If you are in the field of information security, you are in the risk management business. As firms rely more on IT and information systems to do business, the digital risk ecosystem expands, endangering it to new critical weaknesses. The main purpose of cyber risk assessment is to help notify decision-makers and enable appropriate risk responses. They also offer an executive summary to help managers and directors make educated decisions about security.

In most companies, business continuity or disaster recovery and cyber security incident response plans are still deemed as distinct functions and specialties. These two have common objectives of safeguarding the company's reputation and guaranteeing continuity of business. Consequently, it makes sense to combine them, so it becomes easier to respond to security attacks and data infringements more rapidly, effectively, and efficiently. 

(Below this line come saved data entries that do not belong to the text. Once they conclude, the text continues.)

def reynolds_number(d: float, velocity: float, T: float = T_DEFAULT, P: float = P_DEFAULT) -> float:
    """Particle Reynolds number Re = rho_g V d / mu.

    Parameters
    ----------
    d : float
        Diameter. [m]
    velocity : float
        Speed of the particle relative to the gas. [m/s]
    T : float
        Temperature. [K]
    P : float
        Pressure. [Pa]

    Returns
    -------
    float
        Reynolds number. [-]

    """
    return gas.air_density(T, P) * abs(velocity) * d / gas.air_viscosity(T)


def settling_velocity_stokes(
    d: float, density: float, T: float = T_DEFAULT, P: float = P_DEFAULT, shape_factor: float = 1.0
) -> float:
    """Terminal settling velocity by Stokes's law with slip and shape factor.

    Parameters
    ----------
    d : float
        Volume-equivalent diameter. [m]
    density : float
        Particle density. [kg/m^3]
    T : float
        Temperature. [K]
    P : float
        Pressure. [Pa]
    shape_factor : float
        Dynamic shape factor chi. [-]

    Returns
    -------
    float
        Settling velocity. [m/s]

    Notes
    -----
    v = rho_p d^2 g Cc / (18 mu chi) (Hinds 1999, eqs. 3.21 and 3.29). Valid for particle
    Reynolds number below about 0.1.

    """
    return relaxation_time(d, density, T, P, shape_factor) * STANDARD_GRAVITY
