"""Drift & Dose: aerosol particle mechanics for occupational hygiene screening.

Pure Python (standard library ``math`` only) so that the same package runs in CPython and
in the browser under Pyodide. SI units everywhere inside the package.
"""

__version__ = "0.1.0"
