"""Motion of single aerosol particles in air: slip, mobility, diffusion, settling, inertia.

Interfaces (stable names, SI units, defaults 293.15 K and 101325 Pa):
:func:`slip_correction`, :func:`mobility`, :func:`diffusion_coefficient`,
:func:`relaxation_time`, :func:`settling_velocity`, :func:`stopping_distance`,
:func:`aerodynamic_diameter`, :func:`volume_equivalent_diameter`,
:func:`rms_displacement`, :func:`settling_distance`, :func:`crossover_diameter`,
:func:`brownian_time`, :func:`settling_time`.

Correlations: slip correction by Kim et al. (2005) or Allen & Raabe (1985); drag beyond
the Stokes regime by Schiller & Naumann (1933); non-Stokesian stopping distance from the
Klyachko drag law (as given by Hinds 1999, eq. 5.27, from memory).

Diameters are volume-equivalent unless the name says aerodynamic. Buoyancy of the particle
in air is neglected (particle density >> gas density; common practice).
"""

from __future__ import annotations

import math

from . import gas
from ._numerics import brent_root
from .constants import BOLTZMANN, P_DEFAULT, STANDARD_GRAVITY, T_DEFAULT, WATER_DENSITY

__all__ = [
    "SETTLING_MODELS",
    "SLIP_MODELS",
    "aerodynamic_diameter",
    "brownian_time",
    "crossover_diameter",
    "diffusion_coefficient",
    "knudsen_number",
    "mobility",
    "mobility_diameter",
    "relaxation_time",
    "reynolds_number",
    "rms_displacement",
    "settling_distance",
    "settling_time",
    "settling_velocity",
    "settling_velocity_schiller_naumann1933",
    "settling_velocity_stokes",
    "slip_correction",
    "stopping_distance",
    "volume_equivalent_diameter",
]

SLIP_MODELS: dict[str, tuple[float, float, float]] = {
    "kim2005": (1.165, 0.483, 0.997),
    "allen_raabe1985": (1.142, 0.558, 0.999),
}
"""Empirical coefficients (alpha, beta, gamma) of Cc = 1 + Kn [alpha + beta exp(-gamma/Kn)].

Each set was fitted with its own mean free path (see ``gas.MEAN_FREE_PATH_REFERENCES``,
same key): both use 67.3 nm at 296.15 K and 101.3 kPa.

- ``kim2005``: Kim, Mulholland, Kukuck & Pui (2005), J. Res. NIST 110:31-54, eq. 9;
  the set adopted by ISO 15900:2020. Default.
- ``allen_raabe1985``: Allen & Raabe (1985), Aerosol Sci. Technol. 4:269-286.
"""

SETTLING_MODELS = ("schiller_naumann1933", "stokes")
"""Valid ``model`` keys of :func:`settling_velocity`."""

SCHILLER_NAUMANN_RE_MAX = 800.0
"""Upper particle Reynolds number of the Schiller & Naumann (1933) drag fit
(Clift, Grace & Weber 1978, Table 5.2). [-]"""


def knudsen_number(
    d: float, T: float = T_DEFAULT, P: float = P_DEFAULT, model: str = "kim2005"
) -> float:
    """Particle Knudsen number Kn = 2 lambda / d.

    Parameters
    ----------
    d : float
        Particle diameter. [m]
    T : float
        Temperature. [K]
    P : float
        Pressure. [Pa]
    model : str
        Slip model key; selects the mean free path reference that goes with it.

    Returns
    -------
    float
        Knudsen number. [-]

    """
    return 2.0 * gas.mean_free_path(T, P, reference=model) / d
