"""Physical constants and reference conditions used across the core. [SI]

Values are the CODATA 2018 exact definitions where they exist, and the conventional
standard gravity (CGPM 1901).
"""

BOLTZMANN = 1.380649e-23
"""Boltzmann constant, exact by the 2019 SI definition. [J/K]"""

GAS_CONSTANT = 8.314462618
"""Molar gas constant, N_A k (CODATA 2018). [J/(mol K)]"""

STANDARD_GRAVITY = 9.80665
"""Standard acceleration of gravity (3rd CGPM, 1901). [m/s^2]"""

AIR_MOLAR_MASS = 0.0289644
"""Molar mass of dry air (U.S. Standard Atmosphere 1976). [kg/mol]"""

WATER_DENSITY = 1000.0
"""Unit density that defines the aerodynamic diameter (common practice). [kg/m^3]"""

T_DEFAULT = 293.15
"""Default temperature, 20 degrees Celsius. [K]"""

P_DEFAULT = 101325.0
"""Default pressure, one standard atmosphere. [Pa]"""
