@dataclass(frozen=True)
class BinnedSpectrum:
    """A measured spectrum: number of particles per size bin.

    Attributes
    ----------
    diameters : tuple of float
        Bin mid-point (volume-equivalent) diameters, strictly increasing. [m]
    numbers : tuple of float
        Particles per volume of air in each bin. [1/m^3]
    density : float
        Particle density. [kg/m^3]
    shape_factor : float
        Dynamic shape factor. [-]
    edges : tuple of float
        Bin edges, one more than the diameters: geometric means between neighbours, the
        outer edges mirrored in log space (common practice for spectra given by mid-points).

    """

    diameters: tuple[float, ...]
    numbers: tuple[float, ...]
    density: float = 1000.0
    shape_factor: float = 1.0
    edges: tuple[float, ...] = ()

    def __post_init__(self) -> None:
        """Check the bins and derive their edges."""
        d, n = self.diameters, self.numbers
        if len(d) != len(n) or len(d) < 2:
            raise ValueError("at least two bins with one number each are needed")
        if any(not (x > 0.0 and math.isfinite(x)) for x in d):
            raise ValueError("diameters must be positive")
        if any(b <= a for a, b in itertools.pairwise(d)):
            raise ValueError("diameters must increase strictly")
        if any(not (x >= 0.0 and math.isfinite(x)) for x in n):
            raise ValueError("numbers must be non-negative")
        if not self.edges:
            object.__setattr__(self, "edges", bin_edges(d))

    def total(self, weight: str = "number") -> float:
        """Total of the chosen weight over all bins (each bin at its mid-point)."""
        return sum(w for _, w in self.quadrature(weight))

    def grid(self, step: float | None = None) -> list[float]:
        """Bin mid-point diameters. [m]"""
        return list(self.diameters)

    def quadrature(
        self, weight: str = "number", step: float | None = None
    ) -> list[tuple[float, float]]:
        """(mid-point diameter, bin total of the weight) pairs (mid-point rule per bin)."""
        q = _check_weight(weight)
        return [(d, self._bin_total(i, q)) for i, d in enumerate(self.diameters)]

    def _bin_total(self, i: int, q: int) -> float:
        """Total of the ``q``-th moment weight in bin ``i`` (at its mid-point)."""
        d, n = self.diameters[i], self.numbers[i]
        if q == 0:
            return n
        if q == 2:
            return n * math.pi * d * d
        return n * self.density * math.pi / 6.0 * d**3

    def density_per_ln_d(self, d: float, weight: str = "number") -> float:
        """dW/dln d, constant across each bin, zero outside the spectrum.

        The bin holding ``d`` is found by bisection of the edges, so a spectrum of many
        rows is looked up in a few steps. [1/m^3, m^2/m^3 or kg/m^3 per unit ln d]
        """
        q = _check_weight(weight)
        e = self.edges
        i = bisect.bisect_right(e, d) - 1
        if not 0 <= i < len(self.diameters):
            return 0.0
        return self._bin_total(i, q) / math.log(e[i + 1] / e[i])

    def density_curve(
        self, ds: Sequence[float], weight: str = "number", ln_ds: Sequence[float] | None = None
    ) -> list[float]:
        """:meth:`density_per_ln_d` at every diameter of ``ds``.

        Parameters
        ----------
        ds : sequence of float
            Diameters. [m]
        weight : str
            ``number``, ``surface`` or ``mass``.
        ln_ds : sequence of float, optional
            Not needed here (the bins are found from the diameters). [-]

        Returns
        -------
        list of float
            dW/dln d at each diameter, constant across each bin, zero outside the spectrum.
            [1/m^3, m^2/m^3 or kg/m^3 per unit ln d]
        """
        return [self.density_per_ln_d(d, weight) for d in ds]


def bin_edges(diameters: Sequence[float]) -> tuple[float, ...]:
    """Bin edges for mid-point diameters: geometric means of neighbours, ends mirrored.

    Parameters
    ----------
    diameters : sequence of float
        Increasing mid-point diameters (at least two). [m]

    Returns
    -------
    tuple of float
        ``len(diameters) + 1`` edges. [m]

    """
    d = list(diameters)
    inner = [math.sqrt(a * b) for a, b in itertools.pairwise(d)]
    first = d[0] * d[0] / inner[0]
    last = d[-1] * d[-1] / inner[-1]
    return (first, *inner, last)


Distribution = LognormalMode | Multimodal | BinnedSpectrum


def parts(distribution: Distribution) -> tuple[LognormalMode | BinnedSpectrum, ...]:
    """The single populations a distribution is made of, each with its density and shape.

    Parameters
    ----------
    distribution : LognormalMode, Multimodal or BinnedSpectrum
        The distribution.

    Returns
    -------
    tuple
        The modes of a :class:`Multimodal`, else the distribution itself, alone.

    """
    return getattr(distribution, "modes", (distribution,))
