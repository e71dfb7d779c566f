"""Import of measured size spectra from plain CSV text with a user-chosen column mapping.

Interface: :func:`parse_spectrum_csv` returns a :class:`SpectrumImport` (bin mid-points in m,
particles per bin in 1/m^3, and a report of what was detected) or raises
:class:`SpectrumError` with a plain message and, where the problem is in the content, the
line number.

The format is generic: any text table with one row per size, a diameter column and a
concentration column, separated by commas, semicolons or tabs (detected and reported).
Concentrations may be given per bin, as dN/dlogDp or as dN/dDp. A byte-order mark, decimal
commas (with semicolon or tab separators, or inside quoted cells), blank lines and lines
starting with ``#`` are accepted and reported. Refused with a message: empty or binary
content, more than 5 MB, no recognisable separator, non-numeric cells, negative, zero,
unsorted or repeated diameters, negative concentrations, and fewer than two data rows.

Unit names are not interpreted here: the caller (the API boundary) passes the factors that
turn the file's numbers into SI (``diameter_scale`` to m, ``concentration_scale`` to
1/m^3); for dN/dDp the value is read per file diameter unit and divided by
``diameter_scale``.
"""

from __future__ import annotations

import csv
import io
import math
import re
from collections.abc import Iterator
from dataclasses import dataclass, field
from typing import Any

from .distribution import BinnedSpectrum, bin_edges

__all__ = [
    "CONCENTRATION_TYPES",
    "MAX_BYTES",
    "MAX_ROWS",
    "SpectrumError",
    "SpectrumImport",
    "parse_spectrum_csv",
]

MAX_BYTES = 5 * 1024 * 1024
"""Largest accepted file, 5 MB."""

MAX_ROWS = 20000
"""Largest number of data rows accepted."""

MAX_LINE = 100_000
"""Longest line accepted, in characters (the csv module refuses cells above 131 072)."""

CONCENTRATION_TYPES = ("per_bin", "dN/dlogDp", "dN/dDp")
"""How the concentration column is expressed: particles per bin, per unit log10 of the
diameter, or per unit diameter."""

_DELIMITERS = ((";", "semicolon"), ("\t", "tab"), (",", "comma"))
_DECIMAL_COMMA = re.compile(r"^[+-]?\d*,\d+([eE][+-]?\d+)?$")
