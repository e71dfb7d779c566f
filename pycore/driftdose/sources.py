"""Bibliography of the published methods the core implements, keyed for replies and reports.

Every reply's ``sources`` list names entries of :data:`SOURCES`, so the page and the report
cite what was actually used.
"""

from __future__ import annotations

__all__ = ["SOURCES", "cite"]

SOURCES: dict[str, str] = {
    "sutherland_ussa1976": (
        "Sutherland's law for the viscosity of air with the constants of the U.S. Standard "
        "Atmosphere 1976 (NOAA/NASA/USAF, 1976), eq. 51."
    ),
    "willeke1976": (
        "Willeke, K. (1976). Temperature dependence of particle slip in a gaseous medium. "
        "J. Aerosol Sci. 7:381-387 (mean free path at T and P)."
    ),
    "kim2005": (
        "Kim, J. H., Mulholland, G. W., Kukuck, S. R., Pui, D. Y. H. (2005). Slip correction "
        "measurements of certified PSL nanoparticles using a nanometer DMA for Knudsen number "
        "from 0.5 to 83. J. Res. NIST 110:31-54 (slip correction; mean free path 67.3 nm)."
    ),
    "allen_raabe1985": (
        "Allen, M. D., Raabe, O. G. (1985). Slip correction measurements of spherical solid "
        "aerosol particles in an improved Millikan apparatus. Aerosol Sci. Technol. 4:269-286."
    ),
    "einstein1905": (
        "Einstein, A. (1905). Ann. Phys. 17:549-560 (Stokes-Einstein diffusion coefficient; "
        "rms displacement sqrt(2Dt))."
    ),
    "hinds1999": (
        "Hinds, W. C. (1999). Aerosol Technology, 2nd ed. Wiley, New York (chapters 3, 5, 7: "
        "settling, relaxation time, stopping distance, aerodynamic diameter, diffusion)."
    ),
    "schiller_naumann1933": (
        "Schiller, L., Naumann, A. (1933). Z. Ver. Dtsch. Ing. 77:318-320 (drag beyond the "
        "Stokes regime, Re < 800; see Clift, Grace & Weber 1978, Bubbles, Drops and Particles)."
    ),
}


def cite(*keys: str) -> list[dict[str, str]]:
    """Return ``[{"key": k, "citation": SOURCES[k]}, ...]`` for the given keys."""
    return [{"key": k, "citation": SOURCES[k]} for k in keys]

Companies must start looking at incident response and business continuity functions under the same lens to better align business-wide recovery procedures and processes. This can be achieved if management teams offer strategic direction to involve the disaster recovery and incident response teams to work together for the greater good of the company. 

MetricStream Business Continuity Management is built on the MetricStream Platform that enables businesses to implement and operate a robust business continuity and disaster recovery program. It offers a flexible, unified, and potent platform to organize business continuity planning, disaster tracking, recovery action initiation and management and risk assessments.